**Problem to work on:** Could you print every line from the first one of the records below through the line containing "from __future__ import annotations", with both included and nothing else?
─── Recorded information ───
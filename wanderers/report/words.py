"""Events in plain words: a headline, what exactly is meant by it, figures, cautions.

Numbers are printed as coarsely as people read them, so that a text changes only when the facts do. Degree
signs stand in headlines only; the figures below spell the unit out.
"""

from __future__ import annotations

from collections.abc import Callable, Mapping
from typing import Any, Final

from wanderers.constants import AU_KM
from wanderers.ephemeris.constellations import full_name
from wanderers.events.kinds import Kind
from wanderers.report.tables import label

Event = Mapping[str, Any]
"""One row of the event table, by column name."""

NEAR_SUN_DEG: Final = 20.0
"""Elongation below which optics are dangerous to sweep with. Common practice, no source."""
GLARE_DEG: Final = 10.0
"""Elongation below which nothing but the Sun can be seen. Common practice, no source."""

NEAR_SUN_CAUTION: Final = (
    "CAUTION: close to the Sun in the sky. Never sweep for it with binoculars, a telescope or a camera "
    "while any part of the Sun is above the horizon: wait until the Sun is fully down, or stop before it "
    "rises. Follow local rules."
)
SUN_CAUTION: Final = (
    "CAUTION: never look at the Sun without a filter made for solar use over the front of every instrument, "
    "finder and camera included, checked for damage before each use; or project the image with a guarded "
    "beam; or join a session led by trained people. Hand-held solar viewers (ISO 12312-2) are for the bare "
    "eye only, never with optics. No sunglasses, smoked glass or eyepiece filters. Follow local rules."
)

QUANTITIES: Final = {
    "ecliptic": "ecliptic longitude (true ecliptic and equinox of date)",
    "equator": "right ascension (true equator and equinox of date)",
    "j2000": "ecliptic longitude against the stars (fixed ecliptic of J2000)",
}
FRAME_LABELS: Final = {
    "ecliptic": "in longitude",
    "equator": "in right ascension",
    "j2000": "against the stars",
}
"""A headline names its frame: the same event falls days apart in another."""

ALWAYS_BEHIND: Final = frozenset({"jupiter", "saturn", "uranus", "neptune"})
"""Second bodies of a pair that are farther away than the first whatever the date."""


def summary(event: Event) -> str:
    """Return what happens, in one short line."""
    return _SUMMARIES[Kind(event["kind"])](event)


def definition(event: Event) -> str:
    """Return what exactly happens at the instant, and what is easily mistaken for it."""
    return _DEFINITIONS[Kind(event["kind"])](event)


def category(event: Event) -> str:
    """Return the kind as people write it."""
    return str(event["kind"]).replace("_", " ").capitalize()


def figures(event: Event) -> list[str]:
    """Return the figures that apply, a line for the pair and a line for the body."""
    lines = []
    if event["separation_deg"] is not None:
        size = "Diameter of the circle" if event["kind"] == Kind.GATHERING else "Separation"
        lines.append(f"{size}: {_long_angle(event['separation_deg'])}.")
    seen = [text for cell, text in _FIGURES if event[cell] is not None and (text := text(event))]
    if seen:
        lines.append(f"{label(event['body'])}: {', '.join(seen)}.")
    return lines


def cautions(event: Event) -> list[str]:
    """Return warnings that belong to an event: looking at or near the Sun, what cannot be seen, the Moon."""
    if event["kind"] == Kind.TRANSIT or (event["body"] == "sun" and event["kind"] != Kind.SEASON_POINT):
        return [SUN_CAUTION]
    lines = []
    elongation = event["elongation_deg"]
    # Only the first body's elongation is known; the others are no nearer to the Sun than this.
    nearest = None if elongation is None else elongation - (event["separation_deg"] or 0.0)
    if nearest is not None and nearest < NEAR_SUN_DEG:
        lines.append(NEAR_SUN_CAUTION)
    if elongation is not None and elongation < GLARE_DEG:
        lines.insert(0, f"Not observable: only {elongation:.0f} degrees from the Sun.")
    if event["body"] == "moon" and event["other"] is not None:
        lines.append("Seen from a place on the Earth, the Moon stands up to 1 degree from where it is given here.")
    return lines


def uncertainty(event: Event) -> str | None:
    """Return how far the time can be trusted, where it cannot be trusted to a second."""
    error_s = event["utc_uncertainty_s"]
    if error_s is None:
        return None
    return (
        f"Time uncertain by about {_seconds(error_s)}: UTC rests on an estimate of the Earth's rotation "
        f"(Delta-T about {_seconds(event['delta_t_s'])})."
    )


def _name(event: Event) -> str:
    return label(event["body"])


def _pair(event: Event) -> str:
    return f"{label(event['body'])} and {label(event['other'])}"


def _side(event: Event) -> str:
    return "eastern" if event["detail"] == "east" else "western"


def _apart(event: Event) -> str:
    return f"{_short_angle(event['separation_deg'])} apart"


def _short_angle(angle_deg: float) -> str:
    """Print an angle for a headline: tenths of a degree, smaller ones in smaller units."""
    if angle_deg >= 0.095:
        return f"{angle_deg:.1f}°"
    return _small_angle(angle_deg)


def _long_angle(angle_deg: float) -> str:
    """Print an angle in words."""
    if angle_deg >= 1.0:
        return f"{angle_deg:.1f} degrees"
    return f"{angle_deg:.2f} degrees ({_small_angle(angle_deg)})" if angle_deg >= 0.095 else _small_angle(angle_deg)


def _small_angle(angle_deg: float) -> str:
    arcmin = angle_deg * 60.0
    return f"{arcmin:.0f} arcminutes" if arcmin >= 1.5 else f"{arcmin * 60.0:.0f} arcseconds"


def _seconds(seconds: float) -> str:
    """Print a length of time to two digits."""
    value, unit = (seconds, "seconds") if abs(seconds) < 120.0 else (seconds / 60.0, "minutes")
    return f"{float(f'{value:.2g}'):.0f} {unit}" if abs(value) >= 10.0 else f"{value:.2g} {unit}"


def _distance(event: Event) -> str:
    """Print a distance from the Earth; the Moon's in kilometres."""
    if event["body"] == "moon":
        return f"{round(event['distance_au'] * AU_KM, -2):,.0f} km from the Earth"
    return f"{event['distance_au']:.3f} au from the Earth"


def _elongation(event: Event) -> str:
    return "" if event["body"] == "sun" else f"{event['elongation_deg']:.1f} degrees from the Sun"


def _magnitude(event: Event) -> str:
    return f"magnitude {event['magnitude']:.1f}"


def _diameter(event: Event) -> str:
    arcsec = event["diameter_arcsec"]
    return f"{arcsec / 60.0:.1f} arcminutes across" if arcsec >= 120.0 else f"{arcsec:.1f} arcseconds across"


def _constellation(event: Event) -> str:
    return f"in the constellation {full_name(event['constellation'])}"


_FIGURES: Final[tuple[tuple[str, Callable[[Event], str]], ...]] = (
    ("constellation", _constellation),
    ("elongation_deg", _elongation),
    ("magnitude", _magnitude),
    ("diameter_arcsec", _diameter),
    ("distance_au", _distance),
)


def _station(event: Event) -> str:
    return f"{_name(event)} turns {event['detail']} {FRAME_LABELS[event['frame']]}"


def _station_defined(event: Event) -> str:
    way = "westward" if event["detail"] == "retrograde" else "eastward"
    return (
        f"The {QUANTITIES[event['frame']]} of {_name(event)} stops changing; from here on the planet moves "
        f"{way}. Counted in another frame, the station falls hours or days away."
    )


def _conjunction(event: Event) -> str:
    return f"{_pair(event)} {_apart(event)}, conjunction {FRAME_LABELS[event['frame']]}"


def _conjunction_defined(event: Event) -> str:
    return (
        f"{_pair(event)} have equal {QUANTITIES[event['frame']]}. This is a conjunction "
        f"{FRAME_LABELS[event['frame']]}: counted in another frame it falls at another time, and so does the "
        "least separation."
    )


def _appulse_defined(event: Event) -> str:
    alone = " No conjunction belongs to this approach." if event["detail"] == "quasi" else ""
    return f"Least true separation of {_pair(event)} during this approach (appulse).{alone}"


def _solar_conjunction(event: Event) -> str:
    sort = f"at {event['detail']} conjunction" if event["detail"] else "in conjunction"
    return f"{_name(event)} {sort} with the Sun"


def _greatest_elongation_defined(event: Event) -> str:
    sky = "evening" if event["detail"] == "east" else "morning"
    return (
        f"Largest true angle between {_name(event)} and the Sun, in the {sky} sky. The best {sky} to see it "
        "depends on the season and the latitude."
    )


def _distance_extremum(event: Event) -> str:
    nearest = "closest to" if event["kind"] == Kind.PERIGEE else "farthest from"
    figure = "" if event["distance_au"] is None else f", {_distance(event).removesuffix(' from the Earth')}"
    return f"{_name(event)} {nearest} the Earth{figure}"


def _distance_extremum_defined(event: Event) -> str:
    least = "Least" if event["kind"] == Kind.PERIGEE else "Largest"
    return f"{least} geometric distance between the centres of {_name(event)} and the Earth ({event['kind']})."


def _hides(event: Event) -> bool:
    """Tell whether it is certain which of the two is in front."""
    other = event["other"]
    return event["body"] == "moon" or event["detail"] == "star" or other in ALWAYS_BEHIND


def _occultation(event: Event) -> str:
    if _hides(event):
        return f"{_name(event)} passes in front of {label(event['other'])}"
    return f"{_pair(event)}: one passes in front of the other"


def _gathered(event: Event) -> str:
    names = [label(name) for name in event["detail"].split("+")]
    return f"{', '.join(names[:-1])} and {names[-1]}" if len(names) > 1 else names[0]


def _gathering(event: Event) -> str:
    return f"{_gathered(event)} within {_short_angle(event['separation_deg'])}"


def _constellation_entry_defined(event: Event) -> str:
    left = f" from {full_name(event['detail'])}" if event["detail"] else ""
    return (
        f"{_name(event)} crosses a boundary of the constellations{left}, as the IAU drew them. "
        "Constellations are not the signs of the zodiac."
    )


def _node(event: Event) -> str:
    return f"{_name(event)} crosses the ecliptic {'northward' if event['detail'] == 'ascending' else 'southward'}"


def _season(event: Event) -> str:
    turn, month = event["detail"].split("_")
    return f"{month.capitalize()} {turn}"


def _season_defined(event: Event) -> str:
    degrees = {"equinox_march": 0, "solstice_june": 90, "equinox_september": 180, "solstice_december": 270}
    return f"The Sun's apparent ecliptic longitude of date is {degrees[event['detail']]} degrees."


def _phase(event: Event) -> str:
    word = event["detail"].replace("_", " ").capitalize()
    return f"{word} Moon" if event["detail"] in ("new", "full") else word


def _phase_defined(event: Event) -> str:
    degrees = {"new": 0, "first_quarter": 90, "full": 180, "last_quarter": 270}[event["detail"]]
    return f"The Moon's apparent ecliptic longitude of date is {degrees} degrees ahead of the Sun's."


def _always(text: str) -> Callable[[Event], str]:
    """Return a writer whose text needs only the names."""

    def write(event: Event) -> str:
        detail = (event["detail"] or "").capitalize()
        return text.format(body=_name(event), detail=detail, side=_side(event), event=event)

    return write


_SUMMARIES: Final[dict[Kind, Callable[[Event], str]]] = {
    Kind.STATION: _station,
    Kind.OPPOSITION: _always("{body} at opposition to the Sun"),
    Kind.SOLAR_CONJUNCTION: _solar_conjunction,
    Kind.QUADRATURE: _always("{body} at {side} quadrature"),
    Kind.GREATEST_ELONGATION: lambda e: f"{_name(e)} at greatest {_side(e)} elongation, {_short_angle(e['elongation_deg'])}",
    Kind.PERIGEE: _distance_extremum,
    Kind.APOGEE: _distance_extremum,
    Kind.PERIHELION: _always("{body} at perihelion, nearest to the Sun"),
    Kind.APHELION: _always("{body} at aphelion, farthest from the Sun"),
    Kind.GREATEST_BRILLIANCY: lambda e: f"{_name(e)} at greatest brilliancy, {_magnitude(e)}",
    Kind.CONJUNCTION: _conjunction,
    Kind.APPULSE: lambda e: f"{_pair(e)} closest, {_apart(e)}",
    Kind.OCCULTATION: _occultation,
    Kind.TRANSIT: _always("{body} crosses the Sun's disc (transit)"),
    Kind.GATHERING: _gathering,
    Kind.CONSTELLATION_ENTRY: lambda e: f"{_name(e)} enters {full_name(e['constellation'])}",
    Kind.NODE: _node,
    Kind.SEASON_POINT: _season,
    Kind.RING_PLANE_CROSSING: _always("{body}'s ring plane passes through the {detail}"),
    Kind.MOON_PHASE: _phase,
}

_DEFINITIONS: Final[dict[Kind, Callable[[Event], str]]] = {
    Kind.STATION: _station_defined,
    Kind.OPPOSITION: _always(
        "Apparent ecliptic longitudes of {body} and the Sun differ by 180 degrees. Neither the day of least "
        "distance nor exactly that of greatest brightness."
    ),
    Kind.SOLAR_CONJUNCTION: _always("{body} and the Sun have equal apparent ecliptic longitude of date."),
    Kind.QUADRATURE: _always("{body} is 90 degrees from the Sun in ecliptic longitude of date, on its {side} side."),
    Kind.GREATEST_ELONGATION: _greatest_elongation_defined,
    Kind.PERIGEE: _distance_extremum_defined,
    Kind.APOGEE: _distance_extremum_defined,
    Kind.PERIHELION: _always("Least distance of {body} from the Sun on this orbit."),
    Kind.APHELION: _always("Largest distance of {body} from the Sun on this orbit."),
    Kind.GREATEST_BRILLIANCY: _always(
        "Brightest between greatest elongation and inferior conjunction, by a model of its phases. The "
        "brightness stays within a few hundredths of a magnitude for two weeks."
    ),
    Kind.CONJUNCTION: _conjunction_defined,
    Kind.APPULSE: _appulse_defined,
    Kind.OCCULTATION: _always(
        "Least separation while the two discs overlap as seen from the Earth's centre. From a place on the "
        "Earth it may be seen at another time, or not at all."
    ),
    Kind.TRANSIT: _always(
        "Least separation of {body} from the middle of the Sun's disc, as seen from the Earth's centre. From a "
        "place on the Earth the contacts differ by minutes."
    ),
    Kind.GATHERING: lambda e: f"Moment when the circle that holds {_gathered(e)} is smallest.",
    Kind.CONSTELLATION_ENTRY: _constellation_entry_defined,
    Kind.NODE: _always("Apparent ecliptic latitude of date of {body} is zero ({event[detail]} node)."),
    Kind.SEASON_POINT: _season_defined,
    Kind.RING_PLANE_CROSSING: _always(
        "The plane of the rings of {body} passes through the {detail}: the rings are edge-on or unlit."
    ),
    Kind.MOON_PHASE: _phase_defined,
}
───
**Solution to this problem:**
filename wanderers/report/words.py
"""Events in plain words: a headline, what exactly is meant by it, figures, cautions.

Numbers are printed as coarsely as people read them, so that a text changes only when the facts do. Degree
signs stand in headlines only; the figures below spell the unit out.
"""

from __future__ import annotations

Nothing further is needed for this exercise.